§ ASSIGNED TASK: Once you have read the data below, write it all out exactly.

§ EXTRACTED ENTRIES:
********************

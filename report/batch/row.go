// Package batch classifies many profiles at once: files, folders or one table
// of a whole region in; one row a profile and code out.
//
// A run writes two tables, in the order of the input: summary.csv, whose rows
// are Rows, and faults.csv, whose rows are Faults. Everything else that a batch
// gives (the map layer, the JSON lines, the workbook, the summary's pages) is
// made from these two, so that shards that are joined, a run that is taken up
// again and a run in one piece cannot differ.
package batch

import "shearbook/profile"

// The files of a batch's folder.
const (
	Summary  = "summary.csv"
	FaultsIn = "faults.csv"  // every fault, and every note unless Job.FaultsAlone
	Sources  = "sources.csv" // file, sha256, bytes of every file that was read
	Reports  = "reports"     // one folder a profile
)

// Row is one profile under one code: a line of summary.csv. A profile that
// failed has its row too, with Problem; so has a file that could not be read,
// without a profile's name. Each unit (a profile, or such a file) therefore
// has one row for each code, in the order of the codes.
type Row struct {
	File    string
	Line    int    // where the profile begins in its file, from 1; 0 where a file has no lines
	Profile string // "" of a file that could not be read
	Code    string
	Class   string // "" where it failed
	Route   string // of the code: by velocity, N, su …

	Velocity     float64 // m/s, the average that the code uses; 0 where it uses none
	Depth        float64 // m, over which it is taken
	Vs30         float64 // m/s, over 30 m below the same datum; 0 where there is none
	DepthReached float64 // m below ground level
	Datum        float64 // m below ground level
	Basis        string
	Standing     string

	ToClass string  // at the nearest bound at which the class changes; "" where there is none
	Margin  float64 // %, to that bound: 100·(bound−average)/average

	Flags    Flags
	Notes    int // rows of faults.csv, none with Job.FaultsAlone, that are notes on this profile under this code, the profile's own told under the first
	Faults   int // rows of faults.csv that are faults of this profile under this code, likewise
	Position profile.Position
	Problem  string // why it failed; "" where it did not
	Report   string // the profile's report, below the batch's folder; "" where none was asked for
}

// Flags are the reasons to look at a row.
type Flags uint8

// The reasons, worst first.
const (
	Failed     Flags = 1 << iota // no class could be given
	NearBound                    // the average lies within Near percent of a bound
	Shallow                      // the survey ends above the depth the code averages over
	Reversed                     // a softer layer lies under a stiffer one within that depth
	Correlated                   // a velocity was estimated, not measured
	Odd                          // another doubt about the profile or the result stands in faults.csv
)

// FlagWords are the words of the flags in summary.csv, in the order of their
// bits; a cell joins several with a blank.
var FlagWords = [...]string{"failed", "near-bound", "shallow", "reversed", "correlated", "odd"}

// Near is how close to a bound in percent of the average counts as near where
// a job does not say: the spread of a good survey's average (common practice).
const Near = 5.0

// Column is one column of summary.csv or faults.csv.
type Column struct {
	Name string
	Type string // of the Frictionless table schema: string, integer, number
	Unit string // "" if it has none
	What string // what it is, in one sentence
}

// Columns are the columns of summary.csv, in their order. Numbers are plain
// decimals, as few digits as are needed: averages to 0.1 m/s, depths to
// 0.01 m, margins to 0.1 %, degrees as the input gives them. A column is
// added at the end and none is renamed within one schema.
var Columns = []Column{
	{"file", "string", "", "The file the profile was read from, as the command named it."},
	{"line", "integer", "", "The line of the file at which the profile begins."},
	{"profile", "string", "", "The name of the profile; blank for a file that could not be read."},
	{"code", "string", "", "The ID of the code."},
	{"class", "string", "", "The site class; blank where none could be given."},
	{"route", "string", "", "What the class was decided by."},
	{"velocity_mps", "number", "m/s", "The average that the code itself uses."},
	{"depth_m", "number", "m", "The thickness over which that average is taken."},
	{"vs30_mps", "number", "m/s", "The average over 30 m below the same datum."},
	{"depth_reached_m", "number", "m", "How deep the survey reached below ground level."},
	{"datum_m", "number", "m", "The depth below ground level from which the averages are taken."},
	{"basis", "string", "", "How the velocities came to be known."},
	{"standing", "string", "", "How well the code's table is known: checked, one source, from memory."},
	{"to_class", "string", "", "The class at the nearest bound."},
	{"margin_percent", "number", "%", "From the average to that bound, in percent of the average."},
	{"flags", "string", "", "Reasons to look at the row: failed, near-bound, shallow, reversed, correlated, odd."},
	{"notes", "integer", "", "How many notes faults.csv holds for the row."},
	{"faults", "integer", "", "How many faults faults.csv holds for the row."},
	{"latitude", "number", "degree", "Of the profile, WGS 84."},
	{"longitude", "number", "degree", "Of the profile, WGS 84."},
	{"easting", "number", "", "Of the profile in its projected grid, in the grid's unit."},
	{"northing", "number", "", "Of the profile in its projected grid, in the grid's unit."},
	{"epsg", "integer", "", "The EPSG code of the grid, where the input states it."},
	{"problem", "string", "", "Why no class could be given."},
	{"report", "string", "", "The folder of the profile's report, below the folder of the batch."},
}

// Fault is one fault or note: a row of faults.csv.
type Fault struct {
	Severity string // "fault" or "note"
	Place    profile.Place
	Profile  string // "" where it is the file's
	Code     string // "" where it holds under every code
	ID       string // of a note; "" of a fault
	Text     string
	Hint     string
}

// FaultColumns are the columns of faults.csv, in their order.
var FaultColumns = []Column{
	{"severity", "string", "", "fault: the profile was not classified; note: it was, and this should be known."},
	{"file", "string", "", "The file, as the command named it."},
	{"line", "integer", "", "The line, or the row of a sheet, from 1."},
	{"column", "integer", "", "The character of the line, or the column of a sheet, from 1."},
	{"cell", "string", "", "The cell of a workbook, as Sheet1!B7."},
	{"profile", "string", "", "The profile; blank where it is about the file."},
	{"code", "string", "", "The code; blank where it holds under every code."},
	{"id", "string", "", "The name of the note."},
	{"text", "string", "", "What is wrong, or should be known."},
	{"hint", "string", "", "What to do next."},
}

********************

§ RESULT OF THIS TASK:
filename report/batch/row.go
// Package batch classifies many profiles at once: files, folders or one table
// of a whole region in; one row a profile and code out.
//
// A run writes two tables, in the order of the input: summary.csv, whose rows
// are Rows, and faults.csv, whose rows are Faults. Everything else that a batch
// gives (the map layer, the JSON lines, the workbook, the summary's pages) is
// made from these two, so that shards that are joined, a run that is taken up
// again and a run in one piece cannot differ.
package batch

import "shearbook/profile"

// The files of a batch's folder.
const (
	Summary  = "summary.csv"
	FaultsIn = "faults.csv"  // every fault, and every note unless Job.FaultsAlone
	Sources  = "sources.csv" // file, sha256, bytes of every file that was read
	Reports  = "reports"     // one folder a profile
)

// Row is one profile under one code: a line of summary.csv. A profile that
// failed has its row too, with Problem; so has a file that could not be read,
// without a profile's name. Each unit (a profile, or such a file) therefore
// has one row for each code, in the order of the codes.
type Row struct {
	File    string
	Line    int    // where the profile begins in its file, from 1; 0 where a file has no lines
	Profile string // "" of a file that could not be read
	Code    string
	Class   string // "" where it failed
	Route   string // of the code: by velocity, N, su …

	Velocity     float64 // m/s, the average that the code uses; 0 where it uses none
	Depth        float64 // m, over which it is taken
	Vs30         float64 // m/s, over 30 m below the same datum; 0 where there is none
	DepthReached float64 // m below ground level
	Datum        float64 // m below ground level
	Basis        string
	Standing     string

	ToClass string  // at the nearest bound at which the class changes; "" where there is none
	Margin  float64 // %, to that bound: 100·(bound−average)/average

	Flags    Flags
	Notes    int // rows of faults.csv, none with Job.FaultsAlone, that are notes on this profile under this code, the profile's own told under the first
	Faults   int // rows of faults.csv that are faults of this profile under this code, likewise
	Position profile.Position
	Problem  string // why it failed; "" where it did not
	Report   string // the profile's report, below the batch's folder; "" where none was asked for
}

// Flags are the reasons to look at a row.
type Flags uint8

// The reasons, worst first.
const (
	Failed     Flags = 1 << iota // no class could be given
	NearBound                    // the average lies within Near percent of a bound
	Shallow                      // the survey ends above the depth the code averages over
	Reversed                     // a softer layer lies under a stiffer one within that depth
	Correlated                   // a velocity was estimated, not measured
	Odd                          // another doubt about the profile or the result stands in faults.csv
)

// FlagWords are the words of the flags in summary.csv, in the order of their
// bits; a cell joins several with a blank.
var FlagWords = [...]string{"failed", "near-bound", "shallow", "reversed", "correlated", "odd"}

// Near is how close to a bound in percent of the average counts as near where
// a job does not say: the spread of a good survey's average (common practice).
const Near = 5.0

// Column is one column of summary.csv or faults.csv.
type Column struct {
	Name string
	Type string // of the Frictionless table schema: string, integer, number
	Unit string // "" if it has none
	What string // what it is, in one sentence
}

// Columns are the columns of summary.csv, in their order. Numbers are plain
// decimals, as few digits as are needed: averages to 0.1 m/s, depths to
// 0.01 m, margins to 0.1 %, degrees as the input gives them. A column is
// added at the end and none is renamed within one schema.
var Columns = []Column{
	{"file", "string", "", "The file the profile was read from, as the command named it."},
	{"line", "integer", "", "The line of the file at which the profile begins."},
	{"profile", "string", "", "The name of the profile; blank for a file that could not be read."},
	{"code", "string", "", "The ID of the code."},
	{"class", "string", "", "The site class; blank where none could be given."},
	{"route", "string", "", "What the class was decided by."},
	{"velocity_mps", "number", "m/s", "The average that the code itself uses."},
	{"depth_m", "number", "m", "The thickness over which that average is taken."},
	{"vs30_mps", "number", "m/s", "The average over 30 m below the same datum."},
	{"depth_reached_m", "number", "m", "How deep the survey reached below ground level."},
	{"datum_m", "number", "m", "The depth below ground level from which the averages are taken."},
	{"basis", "string", "", "How the velocities came to be known."},
	{"standing", "string", "", "How well the code's table is known: checked, one source, from memory."},
	{"to_class", "string", "", "The class at the nearest bound."},
	{"margin_percent", "number", "%", "From the average to that bound, in percent of the average."},
	{"flags", "string", "", "Reasons to look at the row: failed, near-bound, shallow, reversed, correlated, odd."},
	{"notes", "integer", "", "How many notes faults.csv holds for the row."},
	{"faults", "integer", "", "How many faults faults.csv holds for the row."},
	{"latitude", "number", "degree", "Of the profile, WGS 84."},
	{"longitude", "number", "degree", "Of the profile, WGS 84."},
	{"easting", "number", "", "Of the profile in its projected grid, in the grid's unit."},
	{"northing", "number", "", "Of the profile in its projected grid, in the grid's unit."},
	{"epsg", "integer", "", "The EPSG code of the grid, where the input states it."},
	{"problem", "string", "", "Why no class could be given."},
	{"report", "string", "", "The folder of the profile's report, below the folder of the batch."},
}

// Fault is one fault or note: a row of faults.csv.
type Fault struct {
	Severity string // "fault" or "note"
	Place    profile.Place
	Profile  string // "" where it is the file's
	Code     string // "" where it holds under every code
	ID       string // of a note; "" of a fault
	Text     string
	Hint     string
}

// FaultColumns are the columns of faults.csv, in their order.
var FaultColumns = []Column{
	{"severity", "string", "", "fault: the profile was not classified; note: it was, and this should be known."},
	{"file", "string", "", "The file, as the command named it."},
	{"line", "integer", "", "The line, or the row of a sheet, from 1."},
	{"column", "integer", "", "The character of the line, or the column of a sheet, from 1."},
	{"cell", "string", "", "The cell of a workbook, as Sheet1!B7."},
	{"profile", "string", "", "The profile; blank where it is about the file."},
	{"code", "string", "", "The code; blank where it holds under every code."},
	{"id", "string", "", "The name of the note."},
	{"text", "string", "", "What is wrong, or should be known."},
	{"hint", "string", "", "What to do next."},
}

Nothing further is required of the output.